Friday, December 10, 2004

Into the fire

So, I gave this XP presentation to the whole of the company yesterday. And I only found out that I had to do it 48 hours in advance. (There is a story here about miscommunication, but I couldn't be bothered...).

Firstly, the XP meme is well and truly established here as a good way to do things. The important step is to start doing it. Hopefully, well get an immersion workshop run on site here within the next month...

But back to what I thought I wanted to express. I mulled over what to present for some time and had some serious writers block while trying to pull my ideas together. In the end, the night before, I just jotted down a bunch of notes in some coherent order and threw them together for some slides. And in the process, I feel I've made some hasty dodgy points.

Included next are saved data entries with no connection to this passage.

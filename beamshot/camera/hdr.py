"""Merge a bracket of linearised beam photos into one linear image.

Each frame ``i`` is brought to the units of the reference frame (the shortest exposure, whose
hotspot is least likely to clip) by ``s_i = e_ref / e_i`` with relative exposure
``e = t S / N^2``.  The merged value is the weighted mean ``sum w_i s_i v_i / sum w_i`` with
``w_i = hat(code_i) * e_i``: the hat (triangle) weight of Debevec & Malik (1997) on the encoded
level, zero within 2 % of black and from 95 % of full code, and zero for clipped pixels; the
factor ``e_i`` is the inverse-variance weight for shot-noise-limited signals (a frame exposed
k times longer has k times the signal-to-noise power).

Exposure ratios from EXIF are checked against the pixels: the median ratio of the two frames
over pixels well exposed in both (10-90 % of code).  A disagreement above
``RATIO_TOLERANCE`` gives a warning; a frame without EXIF exposure uses the measured ratio.
"""

from __future__ import annotations

from dataclasses import dataclass, replace

import numpy as np

from ..errors import BeamshotError
from .linearize import LinearImage
from .response import Response

__all__ = ["RATIO_TOLERANCE", "MergeResult", "merge_bracket"]

RATIO_TOLERANCE = 0.03
_LO, _HI = 0.02, 0.95


@dataclass(frozen=True)
class MergeResult:
    """The merged image (in units of frame ``reference``) and what was checked."""

    image: LinearImage
    reference: int
    ratios_used: tuple[float, ...]
    ratios_exif: tuple[float | None, ...]
    ratios_measured: tuple[float | None, ...]
    warnings: tuple[str, ...]


def _hat(code: np.ndarray) -> np.ndarray:
    mid = 0.5 * (_LO + _HI)
    w = np.where(code <= mid, (code - _LO) / (mid - _LO), (_HI - code) / (_HI - mid))
    return np.clip(w, 0.0, 1.0).astype(np.float32)


def _measured_ratio(a: LinearImage, b: LinearImage, response: Response) -> float | None:
    """Median of b / a over pixels well exposed in both (10-90 % of code), or None."""
    ca = response.encode(np.clip(a.luminance, 0, 1))
    cb = response.encode(np.clip(b.luminance, 0, 1))
    ok = (ca > 0.1) & (ca < 0.9) & (cb > 0.1) & (cb < 0.9) & ~a.saturated & ~b.saturated
    if ok.sum() < 200:
        return None
    return float(np.median(b.luminance[ok] / a.luminance[ok]))


def merge_bracket(frames: list[LinearImage], exposures: list[float | None], response: Response,
                  *, names: list[str] | None = None) -> MergeResult:
    """Merge linear frames of one scene; ``exposures`` are ``t S / N^2`` (None if unknown)."""
    n = len(frames)
    names = names or [f"frame {i + 1}" for i in range(n)]
    if n < 2:
        raise BeamshotError("a bracket needs at least two photos")
    for f, name in zip(frames[1:], names[1:]):
        if f.full_shape != frames[0].full_shape:
            raise BeamshotError(f"{name}: {f.full_shape[1]}x{f.full_shape[0]} differs from {names[0]} "
                                f"({frames[0].full_shape[1]}x{frames[0].full_shape[0]}); a bracket must come "
                                "from one camera and position")
    warnings: list[str] = []
    # order frames by exposure (EXIF, else by brightness of well-exposed pixels)
    brightness = [float(np.median(f.luminance)) for f in frames]
    keys = [e if e is not None else None for e in exposures]
    if all(k is not None for k in keys):
        order = list(np.argsort(keys))
    else:
        order = list(np.argsort(brightness))
    ref = int(order[0])
    ratios_used = [1.0] * n
    ratios_exif: list[float | None] = [None] * n
    ratios_meas: list[float | None] = [None] * n
    ratios_exif[ref] = 1.0 if exposures[ref] is not None else None
    ratios_meas[ref] = 1.0
    for prev, cur in zip(order[:-1], order[1:]):
        measured = _measured_ratio(frames[prev], frames[cur], response)
        exif = exposures[cur] / exposures[prev] if exposures[cur] is not None and exposures[prev] is not None else None
        chain = ratios_used[prev]
        ratios_meas[cur] = None if measured is None else chain * measured
        ratios_exif[cur] = None if exif is None or ratios_exif[prev] is None else ratios_exif[prev] * exif
        if exif is not None:
            ratios_used[cur] = chain * exif
            if measured is not None and abs(measured / exif - 1) > RATIO_TOLERANCE:
                warnings.append(f"{names[cur]}: the pixels say {measured:.3g}x the exposure of {names[prev]}, "
                                f"EXIF says {exif:.3g}x ({measured / exif - 1:+.1%}); the merge uses EXIF - "
                                "check for automatic exposure or processing changes")
        elif measured is not None:
            ratios_used[cur] = chain * measured
            warnings.append(f"{names[cur]}: no exposure in EXIF; using the measured ratio {measured:.3g}x")
        else:
            raise BeamshotError(f"{names[cur]}: no exposure in EXIF and too little overlap with {names[prev]} "
                                "to measure it; give EXIF or use smaller steps")
    num_rgb = np.zeros_like(frames[0].rgb)
    den = np.zeros(frames[0].shape, np.float32)
    for i, f in enumerate(frames):
        code = response.encode(np.clip(f.luminance, 0.0, 1.0)).astype(np.float32)
        w = _hat(code) * np.float32(ratios_used[i])
        w[f.saturated] = 0.0
        s = np.float32(1.0 / ratios_used[i])
        num_rgb += (w * s)[..., None] * f.rgb
        den += w
    empty = den <= 0
    merged = np.where(empty[..., None], 0.0, num_rgb / np.where(empty, 1.0, den)[..., None]).astype(np.float32)
    if np.any(empty):
        # no frame usable: clipped in every frame -> take the reference (still clipped);
        # black in every frame -> take the longest exposure, scaled
        longest = int(order[-1])
        fill = np.where(frames[ref].saturated[..., None], frames[ref].rgb,
                        frames[longest].rgb / np.float32(ratios_used[longest]))
        merged[empty] = fill[empty]
    # clipped only where even the shortest exposure clipped
    out = replace(frames[ref].with_values(merged), saturated=frames[ref].saturated.copy())
    return MergeResult(image=out, reference=ref, ratios_used=tuple(ratios_used), ratios_exif=tuple(ratios_exif),
                       ratios_measured=tuple(ratios_meas), warnings=tuple(warnings))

The talk was focused at the company to give them a feel for how our interactions with the customer would be different with XP. So I broke the talk into two parts: the first being a philosophical view of XP and the last being a practical view of XP. Practical was simple - User Stories and Iterations mainly. This gave a good platform for the discuss of scope and how to sell to new customers. But the first, I could probably done better or without.

The main point that bugs me from the talk was that I started talking about Scope, Time and Quality in regards to delivery value to the Customer. We have followed a waterfall-ish method in the past. Big fat documents that are written in advance of the actual work being done. To me, this says of the 3 constraints for delivery, we saw Scope as the most important. After that, we agreed with the Customer to a timeframe for the delivery of the Scope and therefore Time was the next important constraint. Quality is left as an exercise for the programmer. Nothing new there, you probably have seen this equation before.

Then I said that XP elevates Quality from the least important constraint to the most important constraint. I didn't comment much about Time and Scope, but my feeling is that we then had these to the Customer. Quality is now defined as exactly what the customer has asked for within an iteration in the simplest code and design.

I feel that I'm right here, but I don't think I really needed to present that to the audience. I'll have to sleep on that one a bit longer I think.